Film info: 91 mins, UK-Japan, 1991, Digital.

In adapting Christopher Marlowe’s Elizabethan drama for the screen, Jarman forefronts the play’s homosexual themes, adding relevance through pointed anachronisms in the staging, mixing contemporary and medieval props and clothing. Jarman takes the plot, which revolves around the King’s (Steven Waddington) infatuation with Piers Gaveston (Andrew Tiernan), which proved to be his downfall, and renders it thrillingly modern – at one point Edward’s army are depicted as the contemporary gay rights activist group, OutRage!
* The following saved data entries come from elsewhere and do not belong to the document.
NO_NULL_DRAWS_WITH_CLUSTERS = (
    "no permutation or simulated p-value with clusters: permuting the exposure over rows breaks "
    "the dependence within clusters that the null distribution must keep, and the simulated "
    "null assumes independent rows; p_naive, p_altman and p_lausen assume independent rows too")

# --------------------------------------------------------------------------- the split search


@dataclass
class SplitSearch:
    """The maximally selected split statistic of one exposure and one outcome, vectorised over
    candidate cuts. Build with :meth:`build`; arrays are held in exposure-sorted order."""

    family: str
    closed: str
    lower: float
    upper: float
    xs: np.ndarray  # sorted exposure
    k: np.ndarray  # rows in the low group for each candidate (ascending)
    cuts: np.ndarray  # candidate cut values
    y: np.ndarray  # outcome in sorted order (event, value or count)
    t: np.ndarray | None = None  # person-time (count), sorted
    surv: _SurvivalLayout | None = None
    adjusted: AdjustedScore | None = None  # the score statistic given the adjusters
    null_error: list[str] = field(default_factory=list)  # why the adjusted null model failed
    name: str = ""  # the statistic, for the table (STATISTIC[family] when not adjusted)
    adjusted_for: str = ""  # adjustment variables and strata the statistic accounts for
    cluster: np.ndarray | None = None  # cluster codes in sorted order (the resampled units)
    # frequency weights in sorted order (a row stands for w persons), None without them; the
    # statistics, shares and bootstrap draws then count persons
    w: np.ndarray | None = None

    @classmethod
    def build(cls, family: str, x: np.ndarray, outcome: Outcome, closed: str = "left",
              lower: float = 0.1, upper: float = 0.9,
              max_candidates: int = MAX_CANDIDATES,
              adjust: tuple[np.ndarray, tuple[str, ...]] | None = None) -> SplitSearch:
        """``adjust``: the adjustment design (columns, names; no intercept) in row order; with
        at least one column the statistic is the adjusted score chi-square."""
        x = np.asarray(x, dtype=float)
        order = np.argsort(x, kind="stable")
        xs = x[order]
        n = len(xs)
        values = np.unique(xs)
        if closed == "left":  # low group x < c: a cut at each distinct value but the smallest
            cand = values[1:]
            k = np.searchsorted(xs, cand, side="left")
        else:  # low group x <= c: a cut at each distinct value but the largest
            cand = values[:-1]
            k = np.searchsorted(xs, cand, side="right")
        w = (np.asarray(outcome.weights, dtype=float)[order]
             if outcome.weights is not None and outcome.weight_kind == "frequency" else None)
        share = k / n if w is None else _cum(w)[0, k] / w.sum()
        keep = (share >= lower - 1e-12) & (share <= upper + 1e-12)
        cand, k = cand[keep], k[keep]
        if len(k) > max_candidates:
            targets = np.linspace(k[0], k[-1], max_candidates)
            pick = np.unique(np.clip(np.searchsorted(k, targets), 0, len(k) - 1))
            cand, k = cand[pick], k[pick]
        t = None
        if family == "count":
            if outcome.offset is None:
                raise ValueError("a count outcome needs its person-time offset")
            t = np.exp(outcome.offset)[order]
        surv = _SurvivalLayout.build(outcome, order) if family == "survival" else None
        y = np.asarray(outcome.y, dtype=float)[order]
        adjusted = None
        if adjust is not None and adjust[0].shape[1] > 0:
            def srt(a: np.ndarray | None) -> np.ndarray | None:
                return None if a is None else np.asarray(a)[order]

            adjusted = AdjustedScore(family, np.asarray(adjust[0], dtype=float)[order],
                                     adjust[1], y, srt(outcome.offset), srt(outcome.time),
                                     srt(outcome.entry), srt(outcome.strata), surv)
        cluster = (None if outcome.cluster is None
                   else np.unique(np.asarray(outcome.cluster), return_inverse=True)[1].ravel()[order])
        return cls(family, closed, lower, upper, xs, k.astype(np.int64), cand, y, t, surv,
                   adjusted, name=STATISTIC.get(family, ""), cluster=cluster, w=w)

    @property
    def n(self) -> int:
        return len(self.xs)

    @property
    def percentiles(self) -> np.ndarray:
        return self.share_below(self.k)

    def share_below(self, k: np.ndarray) -> np.ndarray:
        """Percent of the sample (persons under frequency weights) in the first k rows."""
        if self.w is None:
            return 100.0 * np.asarray(k) / self.n
        return 100.0 * _cum(self.w)[0, np.asarray(k)] / self.w.sum()

    def statistic_at(self, cut: float) -> float:
        """The split statistic at one cut value (any value, not only a candidate)."""
        k = int(np.searchsorted(self.xs, cut, side=_side(self.closed)))
        if k <= 0 or k >= self.n:
            return float("nan")
        one = replace(self, lower=0.0, upper=1.0, k=np.array([k]), cuts=np.array([cut]))
        return float(one.profile()[0])

    # -- statistics

    def profile(self) -> np.ndarray:
        """The statistic at every candidate cut (NaN where undefined; all NaN, with the reason in
        ``null_error``, when the adjusted null model cannot be fitted)."""
        if self.adjusted is not None:
            try:
                return self.adjusted.profile(self.k, self.w)
            except NullModelFailed as exc:
                self.null_error.append(str(exc) or "the adjusted null model failed")
                return np.full(len(self.k), np.nan)
        if self.family == "survival":
            assert self.surv is not None
            return self.surv.logrank(self.k, self.surv.w_unit if self.w is None else self.w)
        return self._glm_stat(None if self.w is None else self.w[None, :], None)[0]

    def _glm_stat(self, W: np.ndarray | None, perm: np.ndarray | None) -> np.ndarray:
        """Statistic per (replicate, candidate). ``W`` (B x n) are frequency weights in sorted
        order; ``perm`` (R x n) reorders the outcome rows against the sorted exposure."""
        y, t = self.y, self.t
        idx = self.k
        if perm is not None:
            Y = y[perm]
            cy = _cum(Y)[:, idx]
            n_l = idx[None, :].astype(float)
            n = np.full((Y.shape[0], 1), float(self.n))
            s1 = np.full((Y.shape[0], 1), y.sum())
            s2 = np.full((Y.shape[0], 1), (y * y).sum())
            ct = _cum(t[perm])[:, idx] if t is not None else None
            tt = np.full((Y.shape[0], 1), t.sum()) if t is not None else None
        elif W is not None:
            cw = _cum(W)
            n_l = cw[:, idx]
            n = cw[:, -1:]
            WY = W * y
            cwy = _cum(WY)
            cy = cwy[:, idx]
            s1 = cwy[:, -1:]
            s2 = (WY * y).sum(axis=1, keepdims=True)
            if t is not None:
                cwt = _cum(W * t)
                ct, tt = cwt[:, idx], cwt[:, -1:]
            else:
                ct = tt = None
        else:
            cy = np.concatenate([[0.0], np.cumsum(y)])[idx][None, :]
            n_l = idx[None, :].astype(float)
            n = np.array([[float(self.n)]])
            s1 = np.array([[y.sum()]])
            s2 = np.array([[(y * y).sum()]])
            if t is not None:
                ctt = np.concatenate([[0.0], np.cumsum(t)])
                ct, tt = ctt[idx][None, :], np.array([[ctt[-1]]])
            else:
                ct = tt = None
        with np.errstate(divide="ignore", invalid="ignore"):
            if self.family == "count":
                assert ct is not None and tt is not None
                rate = s1 / tt
                e_l = rate * ct
                u = cy - e_l
                v = e_l * (1.0 - ct / tt)
            else:  # continuous and binary: the same score statistic, n R^2
                mean = s1 / n
                var = s2 / n - mean * mean
                u = cy - n_l * mean
                v = var * n_l * (n - n_l) / n
            stat = np.where(v > 0, u * u / v, np.nan)
        return np.asarray(stat, dtype=float)

    # -- resampling

    def permutation_max(self, rng: np.random.Generator, permutations: int) -> np.ndarray:
        """The maximal statistic of each of ``permutations`` data sets in which the exposure is
        permuted against the outcome (within strata for survival). Unadjusted searches only."""
        if self.adjusted is not None:
            raise ValueError("a permutation of the exposure ignores the adjusters; the adjusted "
                             "search has no permutation p-value")
        if self.cluster is not None:
            raise ValueError(NO_NULL_DRAWS_WITH_CLUSTERS)
        out = np.empty(permutations)
        if self.family == "survival":
            assert self.surv is not None
            for r in range(permutations):
                perm = self.surv.stratified_permutation(rng)
                out[r] = _nanmax(self.surv.logrank(self.k, self.surv.w_unit, perm))
            return out
        chunk = max(1, _CHUNK_CELLS // max(self.n, 1))
        done = 0
        base = np.arange(self.n)
        while done < permutations:
            size = min(chunk, permutations - done)
            perm = rng.permuted(np.broadcast_to(base, (size, self.n)), axis=1)
            out[done:done + size] = _nanmax(self._glm_stat(None, perm), axis=1)
            done += size
        return out

    def bootstrap_cuts(self, rng: np.random.Generator, replicates: int) -> np.ndarray:
        """The re-derived optimal cut in each of ``replicates`` bootstrap samples (case
        resampling as multinomial frequency weights; the search range applies to each
        replicate's own low-group shares). NaN when a replicate has no valid candidate or its
        adjusted null model cannot be fitted (see :meth:`bootstrap`)."""
        return self.bootstrap(rng, replicates)[0]

    def bootstrap(self, rng: np.random.Generator,
                  replicates: int) -> tuple[np.ndarray, dict[str, int]]:
        """:meth:`bootstrap_cuts` and the number of replicates that gave no cut, by reason."""
        out = np.full(replicates, np.nan)
        failed = {"null model failed": 0, "no valid candidate": 0}
        if len(self.k) == 0:
            failed["no valid candidate"] = replicates
            return out, failed
        n = self.n
        chunk = max(1, _CHUNK_CELLS // max(n, 1))
        one_by_one = self.family == "survival" or self.adjusted is not None
        done = 0
        while done < replicates:
            size = min(chunk, replicates - done) if not one_by_one else 1
            # rows (frequency-weighted: persons), or whole clusters
            # (unbin.models.weighted.design_resample_weights)
            W = design_resample_weights(rng, Outcome(self.family, self.y, weights=self.w,
                                                     cluster=self.cluster), size)
            share = _cum(W)[:, self.k] / W.sum(axis=1, keepdims=True)
            if self.adjusted is not None:
                try:
                    stat = self.adjusted.profile(self.k, W[0])[None, :]
                except NullModelFailed:
                    failed["null model failed"] += 1
                    done += 1
                    continue
            elif self.family == "survival":
                assert self.surv is not None
                stat = self.surv.logrank(self.k, W[0])[None, :]
            else:
                stat = self._glm_stat(W, None)
            ok = (share >= self.lower - 1e-12) & (share <= self.upper + 1e-12) & np.isfinite(stat)
            stat = np.where(ok, stat, -np.inf)
            best = np.argmax(stat, axis=1)
            has = ok.any(axis=1)
            out[done:done + size] = np.where(has, self.cuts[best], np.nan)
            failed["no valid candidate"] += int((~has).sum())
            done += size
        return out, failed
Edward II is often cited a key film of the New Queer Cinema cycle of the early 1990s, alongside My own Private Idaho, Young Soul Rebels and Poison.

Wittgenstein

Sunday 15th (13.30)

Film info: 72 mins, UK-Japan, 1993, Digital.
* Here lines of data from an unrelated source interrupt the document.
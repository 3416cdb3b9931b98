"""Curves: the partial effect of the exposure on a grid (1st–99th percentile) relative to the
median of the legacy reference group, for every form and adjustment coding, with pointwise 95%
intervals; and the binned distribution of the exposure for the rug, small cells suppressed.

Across cohorts the grid and the reference value come from the common basis (``unbin.common``),
so that every cohort's curve is on the same grid relative to the same value; ``in_range`` marks
grid points inside this cohort's own 1st–99th percentile range."""

from __future__ import annotations

import numpy as np
import pandas as pd

from .contrasts import contrast, domain, with_interval
from .models import EFFECT_SCALE
from .refit import Refit
from .spec import Spec

FORMS = ("legacy", "linear", "spline", "fp", "common_spline")
DENSITY_BINS = 40


def grid(x: np.ndarray, points: int) -> np.ndarray:
    lo, hi = np.quantile(x, [0.01, 0.99])
    return np.linspace(lo, hi, points)


def curves_table(r: Refit, spec: Spec | None = None) -> pd.DataFrame:
    points = r.analysis.continuous.grid_points
    xs = r.basis.grid(points) if r.basis is not None else grid(r.x, points)
    x_ref = r.curve_reference
    lo, hi = np.quantile(r.x, [0.01, 0.99])
    in_range = (xs >= lo - 1e-12 * abs(lo)) & (xs <= hi + 1e-12 * abs(hi))
    parts = []
    for coding in ("legacy", "continuous", "none"):
        for form in FORMS:
            f = r.get(form, coding)
            if f is None:
                continue
            est, se = contrast(f, xs, x_ref)  # NaN outside the form's domain
            parts.append(pd.DataFrame({"adjustment": coding, "form": form, "x": xs,
                                       "x_reference": x_ref,
                                       "in_range": in_range & domain(f, xs)
                                       & bool(domain(f, np.array([x_ref]))[0]),
                                       "estimate": est, "se": se,
                                       "status": f.result.status}))
    if not parts:
        return pd.DataFrame()
    out = with_interval(pd.concat(parts, ignore_index=True), r.family)
    out["scale"] = EFFECT_SCALE[r.family]
    return out


def density_table(r: Refit, spec: Spec) -> pd.DataFrame:
    """Counts of the exposure in equal-width bins over the 1st–99th percentile range; counts
    below ``spec.min_cell`` (but above zero) are suppressed (NaN, ``suppressed`` true)."""
    min_cell = spec.min_cell
    lo, hi = np.quantile(r.x, [0.01, 0.99])
    edges = np.linspace(lo, hi, DENSITY_BINS + 1)
    counts, _ = np.histogram(r.x[(r.x >= lo) & (r.x <= hi)], bins=edges)
    suppressed = (counts > 0) & (counts < min_cell)
    return pd.DataFrame({
        "bin_left": edges[:-1], "bin_right": edges[1:],
        "count": pd.array([None if s else int(c) for c, s in zip(counts, suppressed,
                                                                  strict=True)], dtype="Int64"),
        "suppressed": suppressed,
    })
Derek Jarman’s penultimate film was a theatrical, highly imaginative biopic of the philosopher Ludwig Wittgenstein, based on a screenplay by the radical literary theorist Terry Eagleton. Commissioned by Channel 4, and working from a meagre budget as he so often had to, Wittgenstein is full of arresting visuals and bold performances from Tilda Swinton, Michael Gough and Karl Johnson, who brilliantly captures the troubled, homosexual philosopher in all of his torment and drama. The film was to be Jarman’s final narrative feature before complications with AIDS rendered him partially blind, though he made the extraordinary Blue before his death in 1994.
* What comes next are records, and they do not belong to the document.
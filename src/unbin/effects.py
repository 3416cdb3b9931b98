"""Effects: each legacy contrast (group vs reference) beside the continuous forms' estimate of
the same contrast (between the groups' medians), the spread of the continuous effect inside each
group (how far "flat within a group" is off), and standard contrasts (IQR, per unit)."""

from __future__ import annotations

import numpy as np
import pandas as pd

from .contrasts import contrast, with_interval
from .models import EFFECT_SCALE
from .refit import Refit
from .spec import Spec

FORMS = ("legacy", "linear", "spline", "fp")


def effects_table(r: Refit, spec: Spec | None = None) -> pd.DataFrame:
    rows = []
    term = r.legacy
    x_ref = r.reference_value
    labels = term.labels
    q25, q75 = np.quantile(r.x, [0.25, 0.75])
    for coding in ("legacy", "continuous", "none"):
        for form in FORMS:
            f = r.get(form, coding)
            if f is None:
                continue
            base = {"adjustment": coding, "form": form, "status": f.result.status}
            for g in range(len(labels)):
                vals = r.group_values(g)
                if len(vals) == 0:
                    continue
                x_g = float(np.median(vals))
                if form == "legacy":
                    est, se = contrast(f, np.array([x_g]), x_ref)
                    spread = (np.nan, np.nan)
                else:
                    est, se = contrast(f, np.array([x_g]), x_ref)
                    p10, p90 = np.quantile(vals, [0.10, 0.90])
                    sp, _ = contrast(f, np.array([p10, p90]), x_ref)
                    spread = (float(sp[0]), float(sp[1]))
                is_ref = g == term.reference
                rows.append({**base, "contrast_type": "group",
                             "contrast": (f"{labels[g]} (reference)" if is_ref
                                          else f"{labels[g]} vs {labels[term.reference]}"),
                             "group": labels[g], "x_value": x_g, "x_reference": x_ref,
                             "estimate": float(est[0]), "se": float(se[0]),
                             "within_p10": spread[0], "within_p90": spread[1]})
            est, se = contrast(f, np.array([q75]), q25)
            rows.append({**base, "contrast_type": "iqr", "contrast": "75th vs 25th percentile",
                         "group": "", "x_value": float(q75), "x_reference": float(q25),
                         "estimate": float(est[0]), "se": float(se[0]),
                         "within_p10": np.nan, "within_p90": np.nan})
            if form == "linear":
                est, se = contrast(f, np.array([x_ref + 1.0]), x_ref)
                rows.append({**base, "contrast_type": "per_unit", "contrast": "per unit",
                             "group": "", "x_value": x_ref + 1.0, "x_reference": x_ref,
                             "estimate": float(est[0]), "se": float(se[0]),
                             "within_p10": np.nan, "within_p90": np.nan})
    out = pd.DataFrame(rows)
    if out.empty:
        return out
    out = with_interval(out, r.family)
    ratio = r.family != "continuous"
    for c in ("within_p10", "within_p90"):
        out[c] = np.exp(out[c]) if ratio else out[c]
    out["scale"] = EFFECT_SCALE[r.family]
    return out
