def _build(raw: dict[str, Any], base: Path, source: Path | None) -> Spec:
    groupings = _groupings(raw.get("groupings") or {})
    study_cont = _continuous(raw.get("continuous", {}), ContinuousOptions())
    analyses: list[Analysis] = []
    for a in raw["analyses"]:
        o = a["outcome"]
        rep = a.get("reported")
        analyses.append(model.Analysis(
            name=a["name"],
            outcome=_outcome(o),
            exposure=a["exposure"],
            adjust=tuple(a.get("adjust", [])),
            strata=tuple(a.get("strata", [])),
            by=a.get("by"),
            filters=tuple(model.Filter(f["variable"], f.get("min"), f.get("max"),
                                       tuple(f["in"]) if "in" in f else None)
                          for f in a.get("filters", [])),
            reported=model.Reported(rep["contrast"], float(rep["estimate"]), rep.get("lower"),
                                    rep.get("upper")) if rep else None,
            continuous=_continuous(a.get("continuous", {}), study_cont),
            risk_thresholds=(tuple(float(t) for t in a["risk_thresholds"])
                             if "risk_thresholds" in a else None),
            # the analysis' own weights/cluster (null switches the study's off), else the study's
            weights=_weighting(a["weights"] if "weights" in a else raw.get("weights")),
            cluster=a["cluster"] if "cluster" in a else raw.get("cluster"),
            design=_design(a.get("design")),
        ))
    cohorts = tuple(model.Cohort(c["name"], (base / c["path"]).resolve(), c["path"],
                           _groupings(c.get("groupings") or {}),
                           CsvDialect(**c["csv"]) if c.get("csv") else None)
                    for c in raw["cohorts"])
    variables = {**_derived_variables(analyses),
                 **{k: model.VariableInfo(v.get("label"), v.get("unit"), v.get("type"))
                    for k, v in (raw.get("variables") or {}).items()}}
    return Spec(
        study=raw["study"],
        cohorts=cohorts,
        analyses=tuple(analyses),
        groupings=groupings,
        variables=variables,
        continuous=study_cont,
        risk_thresholds=tuple(float(t) for t in raw.get("risk_thresholds", [])),
        min_cell=int((raw.get("disclosure") or {}).get("min_cell", 10)),
        seed=int(raw.get("seed", DEFAULT_SEED)),
        raw=raw,
        source=source,
        resampling=model.Resampling(**(raw.get("resampling") or {})),
        cutpoint_search=model.CutpointSearch(**{k: float(v) for k, v in
                                          (raw.get("cutpoint_search") or {}).items()}),
        horizon=float(raw["horizon"]) if "horizon" in raw else None,
        report=bool(raw.get("report", True)),
    )
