def concordance(time: Any, risk_score: Any, event: Any) -> float:
    """Harrell's C: the share of comparable pairs in which the earlier event had the higher score.

    A pair is comparable when the earlier time is an event and the other row's time is later,
    or equal with the other row censored; pairs of events at the same time are not comparable.
    Tied scores count one half. Equals ``lifelines.utils.concordance_index(time, -risk_score,
    event)``. Returns NaN when there is no comparable pair (e.g. no events).
    O(n log n): a bottom-up merge over the rows sorted by time counts, for every row, the
    earlier events with a higher (or equal) score.
    """
    t = _as_1d("time", time, None)
    n = t.shape[0]
    s = _as_1d("risk_score", risk_score, n)
    e = _event_array(event, n)
    _check_finite("time", t)
    _check_finite("risk_score", s)
    if n < 2 or not e.any():
        return float("nan")
    # order: time ascending; at equal times events first, the events by increasing score
    order = np.lexsort((np.where(e, s, 0.0), ~e, t))
    t, s, e = t[order], s[order], e[order]
    q = np.unique(s, return_inverse=True)[1].astype(np.int64).ravel()

    # pairs: every event with all rows after it, less events tied in time with it
    pos = np.arange(n, dtype=np.int64)
    pairs = int((n - 1 - pos[e]).sum())
    # events tied in time (and, for the score ties, also in score), grouped
    te, qe = t[e], q[e]
    new_t = np.r_[True, te[1:] != te[:-1]]
    size_t = np.diff(np.r_[np.flatnonzero(new_t), te.size])
    pairs -= int((size_t * (size_t - 1) // 2).sum())
    new_tq = new_t | np.r_[True, qe[1:] != qe[:-1]]
    size_tq = np.diff(np.r_[np.flatnonzero(new_tq), te.size])
    same_time_same_score = int((size_tq * (size_tq - 1) // 2).sum())
    if pairs == 0:
        return float("nan")

    higher, equal = _earlier_events_vs_later(q, e)
    equal -= same_time_same_score
    return (higher + 0.5 * equal) / pairs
PROTEST! monograph on Derek Jarman

PROTEST! monograph on Derek Jarman, published by Thames and Hudson, 2020

IMMA and Thames and Hudson will publish a major new monograph on Derek Jarman to accompany the retrospective, covering Jarman’s artistic development as well as reflecting on his life and legacy. The book will feature contributions from Seán Kissane, Curator, IMMA; Sir Norman Rosenthal; Jonny Bruce, gardener and journalist; Professor Robert Mills, University of London; Jon Savage, music critic and writer; Michael Charlesworth, an authority on landscape and the history of gardens and author of the book ‘Derek Jarman, Critical Lives’, and writers Olivia Laing and Philip Hoare.